Come sempre, stiamo a chiudere le stalle, dopo la fuga dei buoi: in una Regione commissariata ad aeternum, chi si prendeva la briga di mantenere in piedi e aggiornare costantemente un piano operativo pronto a fronteggiare qualsiasi emergenza sanitaria di carattere epidemiologico? Nessuno, ovviamente e le conseguenze si vedono in queste drammatiche, terribili, settimane: ci sono ancora strutture sanitarie (dello Stato) che sono prive di dispositivi di prevenzione per medici e personale sanitario; sono stati chiusi ospedali mai aperti, messe fuori uso strutture che avrebbero potuto offrire, con le adeguate trasformazioni, posti aggiuntivi di terapia intensiva, assistenza  continua, modalità di pronto intervento.
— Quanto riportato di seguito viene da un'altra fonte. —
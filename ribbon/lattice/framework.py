"""What kind of frame a molecule has, and how it is linked and twisted.

The frame is its bonds with its rings filled (`ribbon.lattice.faces`). Orbital axes are lines
normal to the frame at each atom; across a bond they either keep to one side of the frame or turn
over, and the product of these signs round a closed path says whether it is one-sided. No seam is
marked anywhere: how often the axes turn over comes from the geometry alone.
"""

from __future__ import annotations

from collections.abc import Iterator
from dataclasses import dataclass, replace
from typing import Literal

import numpy as np
from scipy.sparse import coo_array
from scipy.sparse.csgraph import connected_components

from ribbon.errors import BadInput
from ribbon.lattice.centre_line import (
    WayRound,
    averaged_line,
    find_way_round,
    lift,
    row_of_faces,
    thinned,
)
from ribbon.lattice.faces import Surface, find_faces, join_faces, ring_normal
from ribbon.lattice.molecule import Molecule
from ribbon.lattice.network import Bonds, BoolArray, Network
from ribbon.lattice.strip import FloatArray, frozen
from ribbon.lattice.twist import Twisting, twist_along, twisting

__all__ = ["Framework", "Kind", "find_framework"]

STEEPEST = 0.45
"""A turn (in half turns) beyond this between neighbouring points could go either way."""

Kind = Literal[
    "chain",
    "sheet",
    "rings",
    "ring",
    "belt",
    "hoop",
    "cage",
    "closed",
    "loops",
    "branched",
    "pieces",
]

MEANING: dict[Kind, str] = {
    "chain": "an open chain without rings",
    "sheet": "one sheet of rings, open at its rim",
    "rings": "several rings or sheets joined by bonds, closing no larger ring",
    "ring": "a single ring of atoms (an annulene), its band made by the orbital axes",
    "belt": "rings fused into one closed band",
    "hoop": "rings joined by bonds into one closed band",
    "cage": "a closed cage",
    "closed": "a closed surface that is no sphere",
    "loops": "more than one way round (as in a figure eight, or a sheet with large holes)",
    "branched": "rings that share a bond three by three, which make no surface",
    "pieces": "several molecules that no bond joins",
}
"""Every kind in words."""

FLAT = 0.2
"""An overlap of axes below this says little about the side."""


@dataclass(frozen=True, kw_only=True, eq=False)
class Framework:
    """The shape of a molecule.

    Parameters
    ----------
    kind
        What it is; `meaning` says it in words.
    network
        Positions and bonds, ``bonds.mirrored`` true where the axes of its ends turn over.
    axes
        Unit vectors along the p orbitals, shape (n, 3), in the signs ``mirrored`` refers to.
    surface
        The filled rings.
    euler_characteristic
        V - E + F of the frame.
    boundary_loops
        Closed edges; None where that has no clear meaning.
    orientable
        Whether no closed path turns the axes over; None where faces branch.
    way_round
        The one way round a ring, belt or hoop.
    twisting
        Linking, twist and writhe of a ring, belt or hoop, in half turns.
    centre_line, across
        The line (nm) and the directions across it that ``twisting`` was found from.
    weakest
        Smallest |overlap| by which the side of an axis was decided.
    remark
        Why something above is None, or empty.
    """

    kind: Kind
    network: Network
    axes: FloatArray
    surface: Surface
    euler_characteristic: int
    boundary_loops: int | None
    orientable: bool | None
    way_round: WayRound | None = None
    twisting: Twisting | None = None
    centre_line: FloatArray | None = None
    across: FloatArray | None = None
    weakest: float = 1.0
    remark: str = ""

    def __post_init__(self) -> None:
        """Make every array read-only."""
        frozen(self.axes)
        for array in (self.centre_line, self.across):
            if array is not None:
                frozen(array)

    @property
    def meaning(self) -> str:
        """The kind in words."""
        return MEANING[self.kind]

    @property
    def signs(self) -> FloatArray:
        """+1 for every bond across which the axes keep to one side, else -1, shape (m,)."""
        return np.where(self.network.bonds.mirrored, -1.0, 1.0)


def find_framework(molecule: Molecule) -> Framework:
    """Say what kind of frame a molecule has, and its topology and twist where it has one.

    Never fails for a shape it does not know: the kind says which it is, and ``remark`` why there
    is no twist.

    >>> import numpy as np
    >>> from ribbon.lattice.molecule import bond_atoms
    >>> turn = np.arange(6) * np.pi / 3
    >>> ring = 0.14 * np.stack([np.cos(turn), np.sin(turn), 0 * turn], axis=1)
    >>> benzene = find_framework(bond_atoms(["C"] * 6, ring))
    >>> benzene.kind, benzene.boundary_loops, round(benzene.twisting.linking_half_turns, 9)
    ('ring', 2, 0.0)
    """
    network = molecule.network
    axes = molecule.axes
    loops = _independent_loops(network)
    faces = () if loops < 2 else find_faces(network.positions, network.bonds, axes)
    surface = join_faces(faces)
    mirrored, weakest = _turned_over(network, axes, surface)
    bonds = replace(network.bonds, mirrored=mirrored)
    network = Network(positions=network.positions.copy(), bonds=bonds)
    euler = network.n - bonds.m + len(faces)
    kind = _kind(network, surface, euler)
    framework = Framework(
        kind=kind,
        network=network,
        axes=axes.copy(),
        surface=surface,
        euler_characteristic=euler,
        boundary_loops=None,
        orientable=None if kind == "branched" else _two_sided(network.n, bonds),
        weakest=weakest,
    )
    return _with_band(framework)


def _pieces(network: Network) -> int:
    bonds = network.bonds
    ends = (bonds.tail, bonds.head)
    graph = coo_array((np.ones(bonds.m), ends), shape=(network.n, network.n))
    return int(connected_components(graph, directed=False)[0])


def _independent_loops(network: Network) -> int:
    return network.bonds.m - network.n + _pieces(network)


def _turned_over(network: Network, axes: FloatArray, surface: Surface) -> tuple[BoolArray, float]:
    """Mask of the bonds whose ends have axes to opposite sides, and the least overlap.

    Ends of a bond of a face are compared by that face: each axis stands on the side of the face
    that `_sides_at` says, whichever of the two faces is taken. Other bonds by their own axes.
    """
    side, sure = _sides_at(network.positions, axes, surface)
    tail, head = network.bonds.tail, network.bonds.head
    overlap = np.einsum("ij,ij->i", axes[tail], axes[head])
    for bond, (a, b) in enumerate(zip(tail.tolist(), head.tolist(), strict=True)):
        owners = surface.beside.get((min(a, b), max(a, b)))
        if owners is not None:
            face = owners[0]
            overlap[bond] = side[a, face] * side[b, face] * min(sure[a, face], sure[b, face])
    return np.asarray(overlap < 0), float(np.abs(overlap).min(initial=1.0))


def _sides_at(
    positions: FloatArray, axes: FloatArray, surface: Surface
) -> tuple[dict[tuple[int, int], float], dict[tuple[int, int], float]]:
    """Side (+1 or -1) of each face on which the axis of each of its atoms stands, and how surely.

    At each atom the axis is held against the face it stands on best; over shared bonds the side
    is carried on to the other faces of the fan, so that faces decide, however bent the frame.
    """
    around: dict[int, list[int]] = {}
    for number, face in enumerate(surface.faces):
        for atom in face:
            around.setdefault(atom, []).append(number)
    normals = [ring_normal(positions, face) for face in surface.faces]
    side: dict[tuple[int, int], float] = {}
    sure: dict[tuple[int, int], float] = {}
    for atom, faces in around.items():
        stands = {face: float(axes[atom] @ normals[face]) for face in faces}
        for best in sorted(faces, key=lambda face: -abs(stands[face])):
            if (atom, best) in side:
                continue
            side[atom, best] = float(np.copysign(1.0, stands[best]))
            fan = [best]
            for here in fan:
                sure[atom, here] = abs(stands[best])
                for there, alike in _next_in_fan(surface, atom, here):
                    if (atom, there) not in side:
                        side[atom, there] = alike * side[atom, here]
                        fan.append(there)
    return side, sure


def _next_in_fan(surface: Surface, atom: int, face: int) -> Iterator[tuple[int, int]]:
    """Faces next to a face over its two bonds at an atom; +1 where both are turned alike."""
    ring = surface.faces[face]
    place = ring.index(atom)
    for far in (ring[place - 1], ring[(place + 1) % len(ring)]):
        for other in surface.beside[min(atom, far), max(atom, far)]:
            if other != face:
                # faces turned alike run along their common bond in opposite ways
                same_way = _follows(ring, atom, far) == _follows(surface.faces[other], atom, far)
                yield other, -1 if same_way else 1


def _follows(ring: tuple[int, ...], one: int, other: int) -> bool:
    """Whether a face runs from one atom to the other next."""
    return ring[(ring.index(one) + 1) % len(ring)] == other


def _two_sided(n: int, bonds: Bonds) -> bool:
    """True where no closed path turns an axis over (sites doubled by their two sides)."""
    swap = bonds.mirrored * n
    tail = np.concatenate([bonds.tail, bonds.tail + n])
    head = np.concatenate([bonds.head + swap, bonds.head + (n - swap)])
    single = coo_array((np.ones(bonds.m), (bonds.tail, bonds.head)), shape=(n, n))
    double = coo_array((np.ones(tail.size), (tail, head)), shape=(2 * n, 2 * n))
    pieces, sides = (connected_components(graph, directed=False)[0] for graph in (single, double))
    return bool(sides == 2 * pieces)


def _kind(network: Network, surface: Surface, euler: int) -> Kind:
    if _pieces(network) > 1:
        return "pieces"
    if surface.branches:
        return "branched"
    if surface.boundary_loops == 0 and surface.faces:
        return "cage" if euler == 2 and surface.orientable else "closed"
    if euler == 1:
        if not surface.faces:
            return "chain"
        return "sheet" if surface.pieces == 1 and not surface.pinched else "rings"
    if euler == 0:
        if not surface.faces:
            return "ring"
        own = len({atom for face in surface.faces for atom in face}) - len(surface.beside)
        band = surface.pieces == 1 and not surface.pinched
        return "belt" if band and own + len(surface.faces) == 0 else "hoop"
    return "loops"


def _with_band(framework: Framework) -> Framework:
    """Add boundary loops, and the way round and twist of a band."""
    kind, surface = framework.kind, framework.surface
    if kind in {"ring", "belt", "hoop"}:
        return _twisted(framework)
    loops: int | None = None
    remark = f"no linking and twist: the frame is {MEANING[kind]}"
    if kind in {"chain", "rings", "sheet"}:
        loops = 1
    elif kind in {"cage", "closed"}:
        loops = 0
    elif kind == "loops":
        whole = len(surface.beside) == framework.network.bonds.m and surface.pieces == 1
        loops = surface.boundary_loops if whole and not surface.pinched else None
    if loops is None:
        remark += "; its edges are not counted"
    return replace(framework, boundary_loops=loops, remark=remark)


def _twisted(framework: Framework) -> Framework:
    network, surface = framework.network, framework.surface
    one_sided = not framework.orientable
    way = find_way_round(network.n, network.bonds, surface)
    assert way is not None, "a connected frame of Euler characteristic 0 goes round one way"
    loops = surface.boundary_loops if framework.kind == "belt" else 1 + (not one_sided)
    known = replace(framework, way_round=way, boundary_loops=loops)
    try:
        centre, across = _line(known, way, one_sided=one_sided)
        turns = twisting(centre, across)
        steepest = float(np.abs(twist_along(centre, across)).max())
    except BadInput as problem:
        return replace(known, remark=f"no linking and twist: {problem}")
    if steepest > STEEPEST or turns.one_sided != one_sided:
        why = f"the band turns by {180 * steepest:.0f} degrees from point to point of its centre"
        return replace(known, remark=f"no linking and twist: {why} line, too far to follow it")
    return replace(known, twisting=turns, centre_line=centre, across=across)


def _line(framework: Framework, way: WayRound, *, one_sided: bool) -> tuple[FloatArray, FloatArray]:
    """Centre line (nm) and directions across the band.

    Of a ring: its atoms and their axes. Of a belt of a single row: the middles of the bonds that
    neighbouring faces share, and these bonds. Of others: averages across the band, and axes.
    """
    network, axes = framework.network, framework.axes
    if framework.kind == "ring":
        centre, across = network.positions[way.core], axes[way.core]
    elif (row := row_of_faces(framework.surface)) is not None and framework.kind == "belt":
        ends = network.positions[np.array(row)]
        centre, across = ends.mean(axis=1), ends[:, 1] - ends[:, 0]
    else:
        unrolled = lift(network.n, network.bonds, way.passes)
        return averaged_line(network.positions, axes, unrolled, one_sided=one_sided)
    centre, across = thinned([centre, across])
    return centre.copy(), across.copy()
La lezione del coronavirus servirà a far ripartire da zero la sanità in Calabria (ma anche in Italia)? Si sono viste tutte le inadeguezze e si piangono non solo i malati che il virus ha finito per decimare, ma soprattutto i tantissimi medici e operatori sanitari che hanno lavorato a costo della loro vita, fedeli al proprio impegno al servizio della collettività. La loro morte, in grandissima parte, si deve al contagio conseguente alla mancanza di strumenti di prevenzione, all’assoluta insufficienza di dispositivi di sicurezza (mascherine tenute per un’intera giornata, al posto delle tre ore consentite), macchinari obsoleti o in numero troppo modesto per assicurare la respirazione artificiale ai ricoverati in terapia intensiva. Bisognerà, quanto tutto sarà finito – e nessuno è in grado di valutarlo – bisognerà davvero pensare che siamo arrivati all’anno zero. E non solo nella sanità. Andranno ripensati il modello di vita e le prospettive di sviluppo, e ricominciare, ripartire. Con fatica e con la giusta passione. E in Calabria senza più commissariamenti nella sanità. Questo da subito. (s)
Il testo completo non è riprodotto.